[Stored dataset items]
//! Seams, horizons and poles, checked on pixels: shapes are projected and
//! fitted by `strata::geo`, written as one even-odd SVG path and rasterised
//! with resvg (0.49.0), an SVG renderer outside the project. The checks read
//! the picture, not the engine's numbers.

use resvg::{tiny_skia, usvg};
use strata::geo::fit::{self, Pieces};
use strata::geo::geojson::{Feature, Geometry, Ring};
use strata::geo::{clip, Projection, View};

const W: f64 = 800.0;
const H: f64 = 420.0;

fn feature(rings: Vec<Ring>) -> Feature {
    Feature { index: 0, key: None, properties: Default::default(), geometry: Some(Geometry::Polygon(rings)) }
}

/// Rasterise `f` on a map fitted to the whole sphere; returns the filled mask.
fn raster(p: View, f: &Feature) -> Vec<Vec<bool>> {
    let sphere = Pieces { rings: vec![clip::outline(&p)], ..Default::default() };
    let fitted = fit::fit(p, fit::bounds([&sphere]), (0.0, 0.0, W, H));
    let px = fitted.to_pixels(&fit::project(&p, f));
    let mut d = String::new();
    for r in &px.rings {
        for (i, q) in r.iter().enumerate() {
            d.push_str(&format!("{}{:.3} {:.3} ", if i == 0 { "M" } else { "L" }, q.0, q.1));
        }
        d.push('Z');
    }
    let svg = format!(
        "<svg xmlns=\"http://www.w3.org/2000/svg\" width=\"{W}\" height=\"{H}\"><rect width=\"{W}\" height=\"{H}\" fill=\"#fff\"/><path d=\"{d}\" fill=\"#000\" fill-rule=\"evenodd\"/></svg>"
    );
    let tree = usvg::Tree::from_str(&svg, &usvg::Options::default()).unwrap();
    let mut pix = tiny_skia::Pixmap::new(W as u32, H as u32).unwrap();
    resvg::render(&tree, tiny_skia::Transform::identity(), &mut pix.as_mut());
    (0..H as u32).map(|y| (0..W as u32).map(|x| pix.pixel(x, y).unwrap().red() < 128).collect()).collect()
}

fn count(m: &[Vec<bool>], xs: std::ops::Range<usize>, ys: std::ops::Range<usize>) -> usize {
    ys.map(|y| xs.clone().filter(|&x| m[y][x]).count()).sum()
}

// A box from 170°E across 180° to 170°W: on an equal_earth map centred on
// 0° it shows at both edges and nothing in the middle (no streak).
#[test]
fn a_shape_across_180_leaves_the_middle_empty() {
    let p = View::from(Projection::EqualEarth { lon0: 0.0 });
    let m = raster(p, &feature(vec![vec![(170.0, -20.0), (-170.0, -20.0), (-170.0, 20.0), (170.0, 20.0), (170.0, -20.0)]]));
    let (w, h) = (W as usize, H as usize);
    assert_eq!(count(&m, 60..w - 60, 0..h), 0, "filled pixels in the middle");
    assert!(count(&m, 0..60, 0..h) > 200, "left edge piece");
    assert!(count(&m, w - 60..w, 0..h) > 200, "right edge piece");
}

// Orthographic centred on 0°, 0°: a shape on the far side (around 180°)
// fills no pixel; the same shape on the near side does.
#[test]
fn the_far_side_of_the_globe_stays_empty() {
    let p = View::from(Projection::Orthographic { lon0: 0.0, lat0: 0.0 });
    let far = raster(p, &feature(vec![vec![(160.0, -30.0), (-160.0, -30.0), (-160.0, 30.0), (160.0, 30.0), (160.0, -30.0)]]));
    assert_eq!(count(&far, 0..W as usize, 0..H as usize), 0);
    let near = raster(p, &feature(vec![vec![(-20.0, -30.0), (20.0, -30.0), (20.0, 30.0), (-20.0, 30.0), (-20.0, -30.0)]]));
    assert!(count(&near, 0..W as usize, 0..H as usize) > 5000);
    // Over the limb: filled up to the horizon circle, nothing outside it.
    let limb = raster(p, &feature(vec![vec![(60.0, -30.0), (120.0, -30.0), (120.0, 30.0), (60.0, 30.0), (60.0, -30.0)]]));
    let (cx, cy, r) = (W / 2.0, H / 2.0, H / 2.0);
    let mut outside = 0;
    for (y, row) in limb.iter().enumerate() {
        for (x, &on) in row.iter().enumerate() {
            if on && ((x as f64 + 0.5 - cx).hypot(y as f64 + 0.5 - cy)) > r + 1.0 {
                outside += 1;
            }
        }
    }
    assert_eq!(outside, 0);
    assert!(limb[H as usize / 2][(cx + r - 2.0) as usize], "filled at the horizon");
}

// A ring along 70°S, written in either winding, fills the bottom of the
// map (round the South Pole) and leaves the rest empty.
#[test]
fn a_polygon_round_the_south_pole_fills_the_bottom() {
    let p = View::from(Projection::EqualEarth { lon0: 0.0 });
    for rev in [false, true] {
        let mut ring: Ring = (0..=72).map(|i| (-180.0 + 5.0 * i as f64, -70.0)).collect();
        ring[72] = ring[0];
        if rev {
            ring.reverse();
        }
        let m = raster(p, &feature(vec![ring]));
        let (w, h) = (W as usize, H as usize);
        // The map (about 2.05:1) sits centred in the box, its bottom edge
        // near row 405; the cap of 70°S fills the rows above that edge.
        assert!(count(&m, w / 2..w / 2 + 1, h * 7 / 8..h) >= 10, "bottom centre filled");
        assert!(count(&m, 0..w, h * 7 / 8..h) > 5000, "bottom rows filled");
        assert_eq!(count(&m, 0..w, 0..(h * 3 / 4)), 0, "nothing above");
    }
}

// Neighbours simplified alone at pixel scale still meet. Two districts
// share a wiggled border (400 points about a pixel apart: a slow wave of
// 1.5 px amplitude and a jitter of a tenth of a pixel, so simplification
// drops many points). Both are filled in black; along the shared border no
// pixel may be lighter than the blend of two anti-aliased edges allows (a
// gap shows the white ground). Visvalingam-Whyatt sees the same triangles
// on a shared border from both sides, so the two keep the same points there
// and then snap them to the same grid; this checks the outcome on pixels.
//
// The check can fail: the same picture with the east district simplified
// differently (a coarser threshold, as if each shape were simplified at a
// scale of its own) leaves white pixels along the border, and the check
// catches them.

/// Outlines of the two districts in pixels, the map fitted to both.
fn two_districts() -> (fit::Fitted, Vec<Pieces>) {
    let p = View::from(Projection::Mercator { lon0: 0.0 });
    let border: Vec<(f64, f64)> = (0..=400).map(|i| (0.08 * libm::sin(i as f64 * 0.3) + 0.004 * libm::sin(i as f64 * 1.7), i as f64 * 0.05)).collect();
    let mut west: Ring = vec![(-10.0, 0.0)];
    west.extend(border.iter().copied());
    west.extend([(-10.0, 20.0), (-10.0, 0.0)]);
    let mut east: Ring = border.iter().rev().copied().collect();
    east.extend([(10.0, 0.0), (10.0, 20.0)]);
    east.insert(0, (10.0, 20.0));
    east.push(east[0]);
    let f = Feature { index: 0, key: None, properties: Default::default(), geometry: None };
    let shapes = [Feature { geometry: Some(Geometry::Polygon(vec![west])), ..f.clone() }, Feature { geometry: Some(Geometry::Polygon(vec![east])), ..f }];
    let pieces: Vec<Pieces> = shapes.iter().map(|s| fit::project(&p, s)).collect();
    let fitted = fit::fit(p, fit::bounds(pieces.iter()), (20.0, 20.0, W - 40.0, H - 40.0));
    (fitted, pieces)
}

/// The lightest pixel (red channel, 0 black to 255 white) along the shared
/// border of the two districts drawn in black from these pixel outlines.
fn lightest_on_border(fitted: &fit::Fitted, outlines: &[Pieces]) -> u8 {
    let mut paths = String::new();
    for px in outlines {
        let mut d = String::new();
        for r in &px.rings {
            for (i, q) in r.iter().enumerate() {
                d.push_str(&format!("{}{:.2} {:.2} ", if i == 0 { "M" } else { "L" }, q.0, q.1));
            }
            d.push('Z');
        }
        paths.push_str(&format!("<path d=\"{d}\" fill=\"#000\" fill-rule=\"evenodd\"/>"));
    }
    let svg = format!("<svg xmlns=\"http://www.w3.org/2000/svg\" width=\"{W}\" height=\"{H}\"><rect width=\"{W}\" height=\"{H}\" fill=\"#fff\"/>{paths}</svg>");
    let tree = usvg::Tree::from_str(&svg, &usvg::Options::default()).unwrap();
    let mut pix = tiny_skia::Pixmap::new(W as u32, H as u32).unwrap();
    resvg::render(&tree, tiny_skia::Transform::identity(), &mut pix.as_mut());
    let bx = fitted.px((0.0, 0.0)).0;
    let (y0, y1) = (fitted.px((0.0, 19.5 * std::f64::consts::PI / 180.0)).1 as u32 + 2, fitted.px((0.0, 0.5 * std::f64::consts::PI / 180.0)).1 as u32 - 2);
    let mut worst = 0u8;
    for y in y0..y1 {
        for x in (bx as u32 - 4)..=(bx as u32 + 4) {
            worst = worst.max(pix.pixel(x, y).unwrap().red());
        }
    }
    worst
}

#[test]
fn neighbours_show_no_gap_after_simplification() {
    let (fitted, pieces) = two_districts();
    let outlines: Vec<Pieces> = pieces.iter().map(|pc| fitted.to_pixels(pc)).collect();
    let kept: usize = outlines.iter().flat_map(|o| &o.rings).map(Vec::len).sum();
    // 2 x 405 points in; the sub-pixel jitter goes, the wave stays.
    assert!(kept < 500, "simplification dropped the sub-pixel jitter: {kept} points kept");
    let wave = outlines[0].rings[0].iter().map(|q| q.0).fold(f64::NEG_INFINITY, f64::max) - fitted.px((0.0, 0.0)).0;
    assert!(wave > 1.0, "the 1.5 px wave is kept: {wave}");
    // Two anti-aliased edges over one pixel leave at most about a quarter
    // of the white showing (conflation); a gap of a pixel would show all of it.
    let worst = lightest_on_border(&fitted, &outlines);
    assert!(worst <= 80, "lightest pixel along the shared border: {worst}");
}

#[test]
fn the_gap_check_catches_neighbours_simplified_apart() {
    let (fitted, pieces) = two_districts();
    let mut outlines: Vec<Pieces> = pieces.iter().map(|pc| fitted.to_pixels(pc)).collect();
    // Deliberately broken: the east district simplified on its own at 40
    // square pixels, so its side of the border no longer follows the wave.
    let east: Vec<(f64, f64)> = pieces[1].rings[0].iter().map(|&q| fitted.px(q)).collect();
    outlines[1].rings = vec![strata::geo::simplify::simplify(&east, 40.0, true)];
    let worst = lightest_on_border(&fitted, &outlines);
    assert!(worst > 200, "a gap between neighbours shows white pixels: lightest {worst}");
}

...

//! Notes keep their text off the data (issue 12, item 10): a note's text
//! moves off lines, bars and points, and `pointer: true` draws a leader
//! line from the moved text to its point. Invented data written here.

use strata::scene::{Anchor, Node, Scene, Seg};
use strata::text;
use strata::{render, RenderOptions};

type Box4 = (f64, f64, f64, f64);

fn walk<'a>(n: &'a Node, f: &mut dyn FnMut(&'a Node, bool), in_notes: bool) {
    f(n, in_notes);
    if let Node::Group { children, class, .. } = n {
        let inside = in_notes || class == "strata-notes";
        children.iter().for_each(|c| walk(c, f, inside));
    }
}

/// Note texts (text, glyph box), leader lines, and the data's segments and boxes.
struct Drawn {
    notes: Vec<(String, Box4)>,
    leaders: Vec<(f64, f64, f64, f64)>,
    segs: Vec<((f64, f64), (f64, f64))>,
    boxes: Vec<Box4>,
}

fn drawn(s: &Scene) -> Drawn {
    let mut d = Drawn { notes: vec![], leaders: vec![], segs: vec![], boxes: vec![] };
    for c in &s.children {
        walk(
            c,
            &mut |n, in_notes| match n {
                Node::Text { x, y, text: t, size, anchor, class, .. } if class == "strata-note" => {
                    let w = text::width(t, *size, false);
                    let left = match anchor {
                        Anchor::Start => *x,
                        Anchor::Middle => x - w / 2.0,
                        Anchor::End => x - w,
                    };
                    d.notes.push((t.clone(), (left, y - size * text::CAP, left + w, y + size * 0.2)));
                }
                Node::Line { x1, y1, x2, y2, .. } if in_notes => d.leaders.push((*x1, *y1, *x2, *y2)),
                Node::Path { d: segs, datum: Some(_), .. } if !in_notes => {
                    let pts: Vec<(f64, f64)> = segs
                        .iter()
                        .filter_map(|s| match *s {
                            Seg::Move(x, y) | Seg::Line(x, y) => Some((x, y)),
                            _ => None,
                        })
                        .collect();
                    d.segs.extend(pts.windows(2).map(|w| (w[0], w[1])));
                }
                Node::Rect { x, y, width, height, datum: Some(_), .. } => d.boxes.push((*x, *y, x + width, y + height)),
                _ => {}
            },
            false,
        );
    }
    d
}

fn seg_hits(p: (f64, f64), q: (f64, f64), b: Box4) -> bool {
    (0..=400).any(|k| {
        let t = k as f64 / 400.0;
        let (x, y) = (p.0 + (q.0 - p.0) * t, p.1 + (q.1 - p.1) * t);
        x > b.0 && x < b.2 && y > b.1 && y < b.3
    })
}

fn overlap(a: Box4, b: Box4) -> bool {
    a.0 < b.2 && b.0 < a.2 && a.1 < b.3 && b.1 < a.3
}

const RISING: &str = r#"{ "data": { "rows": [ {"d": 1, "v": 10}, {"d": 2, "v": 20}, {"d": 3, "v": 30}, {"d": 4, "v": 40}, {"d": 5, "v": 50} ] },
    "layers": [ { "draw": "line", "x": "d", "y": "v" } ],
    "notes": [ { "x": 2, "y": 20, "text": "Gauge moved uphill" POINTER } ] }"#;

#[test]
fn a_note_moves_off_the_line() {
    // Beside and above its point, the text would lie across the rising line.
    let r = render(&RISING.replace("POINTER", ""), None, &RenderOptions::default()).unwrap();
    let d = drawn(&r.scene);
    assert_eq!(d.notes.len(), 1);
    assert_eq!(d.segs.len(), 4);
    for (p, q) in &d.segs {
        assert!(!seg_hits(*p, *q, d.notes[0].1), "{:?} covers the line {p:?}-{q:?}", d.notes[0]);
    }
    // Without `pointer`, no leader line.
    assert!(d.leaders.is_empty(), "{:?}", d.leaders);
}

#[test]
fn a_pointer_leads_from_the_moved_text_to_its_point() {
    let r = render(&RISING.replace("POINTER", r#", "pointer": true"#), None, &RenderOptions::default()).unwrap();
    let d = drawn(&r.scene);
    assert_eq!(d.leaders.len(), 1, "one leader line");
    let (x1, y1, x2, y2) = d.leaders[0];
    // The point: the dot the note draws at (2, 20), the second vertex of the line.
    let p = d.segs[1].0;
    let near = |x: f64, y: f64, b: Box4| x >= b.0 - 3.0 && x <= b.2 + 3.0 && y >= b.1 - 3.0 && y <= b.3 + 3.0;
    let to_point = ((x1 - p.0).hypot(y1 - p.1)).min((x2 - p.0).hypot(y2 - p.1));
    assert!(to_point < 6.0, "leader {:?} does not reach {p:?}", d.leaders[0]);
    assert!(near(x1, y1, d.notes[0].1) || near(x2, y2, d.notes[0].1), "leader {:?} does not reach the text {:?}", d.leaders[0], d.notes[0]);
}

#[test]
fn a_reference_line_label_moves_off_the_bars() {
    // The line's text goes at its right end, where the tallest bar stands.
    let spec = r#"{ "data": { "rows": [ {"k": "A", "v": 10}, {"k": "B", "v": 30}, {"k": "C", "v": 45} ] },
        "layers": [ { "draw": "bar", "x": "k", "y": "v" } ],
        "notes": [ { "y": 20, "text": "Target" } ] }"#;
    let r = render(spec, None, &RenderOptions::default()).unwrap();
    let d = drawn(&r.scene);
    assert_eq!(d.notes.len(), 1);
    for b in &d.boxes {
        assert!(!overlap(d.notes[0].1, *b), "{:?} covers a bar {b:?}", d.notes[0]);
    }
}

◆ What the exercise asks: If a line in the data above includes the string "shows", copy it.

◆ Solution:
// 0° it shows at both edges and nothing in the middle (no streak).
// gap shows the white ground). Visvalingam-Whyatt sees the same triangles
    assert!(worst > 200, "a gap between neighbours shows white pixels: lightest {worst}");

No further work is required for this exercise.